┌────────

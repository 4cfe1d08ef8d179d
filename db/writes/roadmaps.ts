import "server-only";
import { randomUUID } from "node:crypto";
import type { Knex } from "knex";
import type { RoadmapStep, Technology, WireClass } from "@/lib/scaling";
import { writeAudit } from "@/db/audit";
import { InvalidInputError, NotFoundError, StaleVersionError, fieldError } from "@/db/errors";
import { getBaseline } from "@/db/queries/baselines";
import { getRoadmap, roadmapNameTaken, type Roadmap } from "@/db/queries/roadmaps";
import { getScenario } from "@/db/queries/scenarios";
import { listClassesWithHistograms } from "@/db/queries/wire-classes";

/**
 * Every write of the roadmap aggregate (issue 14): the roadmap row, its revisions and its audit rows. Each function is
 * one transaction that resolves what depends on stored data (steps made from a scenario, a free name, the version),
 * hands the resolved chain and the baseline's stored classes and technology to the caller's `compose` (the engine's
 * composeRoadmap: db/ does not import the engine; it throws RoadmapInputError for a class not in the baseline, a
 * target pitch that leaves no metal, …, a 400 through lib/api.ts), bumps the version, writes the revision and the
 * audit row; on any error nothing is stored.
 * Steps arrive validated (lib/validation/roadmap.ts) with undefined fields dropped.
 */

type Conn = Knex | Knex.Transaction;

/** The engine's check of a chain against its baseline (callers pass lib/scaling composeRoadmap); throws on bad steps. */
export type ComposeCheck = (p: { classes: WireClass[]; technology: Technology; steps: RoadmapStep[] }) => unknown;

const NAME_TAKEN = "A roadmap with this name already exists on this baseline.";

const isEmpty = (o: object | undefined) => !o || Object.keys(o).length === 0;

/**
 * Steps as stored: a step with `fromScenarioId` and no settings of its own (absent or {}) takes that scenario's
 * settings (it must be of the same team and the same baseline, else a 400 on `steps.N.fromScenarioId`); with settings
 * of its own, those are kept and `fromScenarioId` stays as where the step came from (checked the same way, unless the
 * stored roadmap already named that source).
 */
async function resolveSteps(
  trx: Knex.Transaction,
  teamId: string,
  baselineId: string,
  steps: readonly RoadmapStep[],
  stored: readonly RoadmapStep[] = [],
): Promise<RoadmapStep[]> {
  // On a save, a step that keeps its own settings and a source the roadmap already had needs no lookup: the source
  // scenario may have been deleted since, and the roadmap must stay savable.
  const known = new Set(stored.flatMap((st) => (st.fromScenarioId ? [st.fromScenarioId] : [])));
  const out: RoadmapStep[] = [];
  for (const [i, step] of steps.entries()) {
    if (step.fromScenarioId === undefined) {
      out.push({ name: step.name, settings: step.settings ?? {} });
      continue;
    }
    if (!isEmpty(step.settings) && known.has(step.fromScenarioId)) {
      out.push({ name: step.name, settings: step.settings, fromScenarioId: step.fromScenarioId });
      continue;
    }
    const field = `steps.${i}.fromScenarioId`;
    const sc = await getScenario(trx, step.fromScenarioId);
    if (!sc || sc.teamId !== teamId) {
      const m = `Step ${i + 1} ("${step.name}"): no scenario with this id in the team.`;
      throw new InvalidInputError(m, fieldError(field, m));
    }
    if (sc.baselineId !== baselineId) {
      const m = `Step ${i + 1} ("${step.name}"): scenario "${sc.name}" is on another baseline than the roadmap.`;
      throw new InvalidInputError(m, fieldError(field, m));
    }
    out.push({ name: step.name, settings: isEmpty(step.settings) ? structuredClone(sc.settings) : step.settings, fromScenarioId: sc.id });
  }
  return out;
}

/** The chain composed against the stored baseline by the caller's engine check (throws RoadmapInputError on bad steps). */
async function checkComposes(trx: Knex.Transaction, baselineId: string, steps: RoadmapStep[], compose: ComposeCheck): Promise<void> {
  const baseline = await getBaseline(trx, baselineId);
  if (!baseline) throw new NotFoundError("Baseline");
  const stored = await listClassesWithHistograms(trx, baselineId);
  const classes: WireClass[] = stored.map(({ id: _i, position: _p, histogramBins: _h, ...c }) => c);
  compose({ classes, technology: baseline.technology, steps });
}

async function writeRevision(
  trx: Knex.Transaction,
  p: { roadmapId: string; version: number; userId: string; summary: string; name: string; steps: RoadmapStep[] },
) {
  await trx("roadmap_revisions").insert({
    roadmap_id: p.roadmapId,
    version: p.version,
    user_id: p.userId,
    at: Date.now(),
    summary: p.summary.slice(0, 500),
    name: p.name,
    steps: JSON.stringify(p.steps),
  });
}

/** Human summary of what changed between two chains (revision summaries): ["N2 (step 2) changed", "added N3 (step 3)"]. */
export function describeStepsChange(a: readonly RoadmapStep[], b: readonly RoadmapStep[]): string[] {
  const out: string[] = [];
  for (let i = 0; i < Math.max(a.length, b.length); i++) {
    const x = a[i];
    const y = b[i];
    if (x && !y) out.push(`removed ${x.name} (step ${i + 1})`);
    else if (!x && y) out.push(`added ${y.name} (step ${i + 1})`);
    else if (x && y && JSON.stringify(x) !== JSON.stringify(y))
      out.push(x.name === y.name ? `${y.name} (step ${i + 1}) changed` : `step ${i + 1} ${x.name} → ${y.name}`);
  }
  return out;
}

/** A new roadmap on a baseline of the team, with its first revision and a "roadmap.create" audit row. Returns its id. */
export async function createRoadmap(
  conn: Conn,
  p: {
    teamId: string;
    baselineId: string;
    userId: string;
    name: string;
    steps: readonly RoadmapStep[];
    compose: ComposeCheck;
    isDemo?: boolean;
    summary?: string;
  },
): Promise<string> {
  const id = randomUUID();
  const now = Date.now();
  await conn.transaction(async (trx) => {
    // Another team's baseline answers exactly like a missing one.
    if (!(await trx("baselines").where({ id: p.baselineId, team_id: p.teamId }).first("id"))) throw new NotFoundError("Baseline");
    if (await roadmapNameTaken(trx, p.baselineId, p.name)) throw new InvalidInputError(NAME_TAKEN, fieldError("name", NAME_TAKEN));
    const steps = await resolveSteps(trx, p.teamId, p.baselineId, p.steps);
    await checkComposes(trx, p.baselineId, steps, p.compose);
    await trx("roadmaps").insert({
      id,
      team_id: p.teamId,
      baseline_id: p.baselineId,
      name: p.name,
      steps: JSON.stringify(steps),
      version: 1,
      is_demo: p.isDemo ? 1 : 0,
      created_by: p.userId,
      created_at: now,
      updated_by: p.userId,
      updated_at: now,
    });
    await writeRevision(trx, { roadmapId: id, version: 1, userId: p.userId, summary: p.summary ?? "Created", name: p.name, steps });
    await writeAudit(trx, {
      teamId: p.teamId,
      userId: p.userId,
      action: "roadmap.create",
      entityType: "roadmap",
      entityId: id,
      detail: { name: p.name, baselineId: p.baselineId, steps: steps.length },
    });
  });
  return id;
}

/**
 * Versioned save of the name and/or the steps: `version` is the version the client loaded; a newer stored version
 * throws StaleVersionError (version 0 when the roadmap is gone). Returns the roadmap as saved.
 */
export async function updateRoadmap(
  conn: Conn,
  p: { id: string; teamId: string; userId: string; version: number; name?: string; steps?: readonly RoadmapStep[]; compose: ComposeCheck },
): Promise<Roadmap> {
  return conn.transaction(async (trx) => {
    const before = await getRoadmap(trx, p.id);
    if (!before) throw new StaleVersionError("This roadmap", 0, p.version);
    if (before.teamId !== p.teamId) throw new NotFoundError("Roadmap");
    if (before.version !== p.version) throw new StaleVersionError("This roadmap", before.version, p.version);
    if (p.name !== undefined && (await roadmapNameTaken(trx, before.baselineId, p.name, p.id)))
      throw new InvalidInputError(NAME_TAKEN, fieldError("name", NAME_TAKEN));
    const steps = p.steps ? await resolveSteps(trx, p.teamId, before.baselineId, p.steps, before.steps) : before.steps;
    if (p.steps) await checkComposes(trx, before.baselineId, steps, p.compose);
    const name = p.name ?? before.name;
    const now = Date.now();
    const version = p.version + 1;
    const n = await trx("roadmaps")
      .where({ id: p.id, version: p.version })
      .update({ name, steps: JSON.stringify(steps), version, updated_by: p.userId, updated_at: now });
    if (n === 0) throw new StaleVersionError("This roadmap", before.version, p.version);
    const changes: string[] = [];
    if (name !== before.name) changes.push(`renamed to "${name}"`);
    changes.push(...describeStepsChange(before.steps, steps));
    await writeRevision(trx, {
      roadmapId: p.id,
      version,
      userId: p.userId,
      summary: changes.length ? `Changed ${changes.join("; ")}` : "Saved without changes",
      name,
      steps,
    });
    const fields = (["name", "steps"] as const).filter((k) => p[k] !== undefined);
    await writeAudit(trx, {
      teamId: p.teamId,
      userId: p.userId,
      action: "roadmap.update",
      entityType: "roadmap",
      entityId: p.id,
      detail: { version, fields },
    });
    return { ...before, name, steps, version, updatedBy: p.userId, updatedAt: now };
  });
}

/** Delete a roadmap (its revisions cascade; reports that froze it keep their frozen copy). */
export async function deleteRoadmap(conn: Conn, p: { id: string; teamId: string; userId: string }): Promise<void> {
  await conn.transaction(async (trx) => {
    const row = await trx("roadmaps").where({ id: p.id, team_id: p.teamId }).first("name");
    if (!row) throw new NotFoundError("Roadmap");
    await trx("roadmaps").where({ id: p.id }).delete();
    await writeAudit(trx, {
      teamId: p.teamId,
      userId: p.userId,
      action: "roadmap.delete",
      entityType: "roadmap",
      entityId: p.id,
      detail: { name: row.name },
    });
  });
}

└────────

Take the lines from the first line of the records through the line holding "NotFoundError, StaleVersionError, fieldError", both included, and please reproduce them exactly with nothing added.

repository 4cfe1d08ef8d179d
filename db/writes/roadmaps.ts
import "server-only";
import { randomUUID } from "node:crypto";
import type { Knex } from "knex";
import type { RoadmapStep, Technology, WireClass } from "@/lib/scaling";
import { writeAudit } from "@/db/audit";
import { InvalidInputError, NotFoundError, StaleVersionError, fieldError } from "@/db/errors";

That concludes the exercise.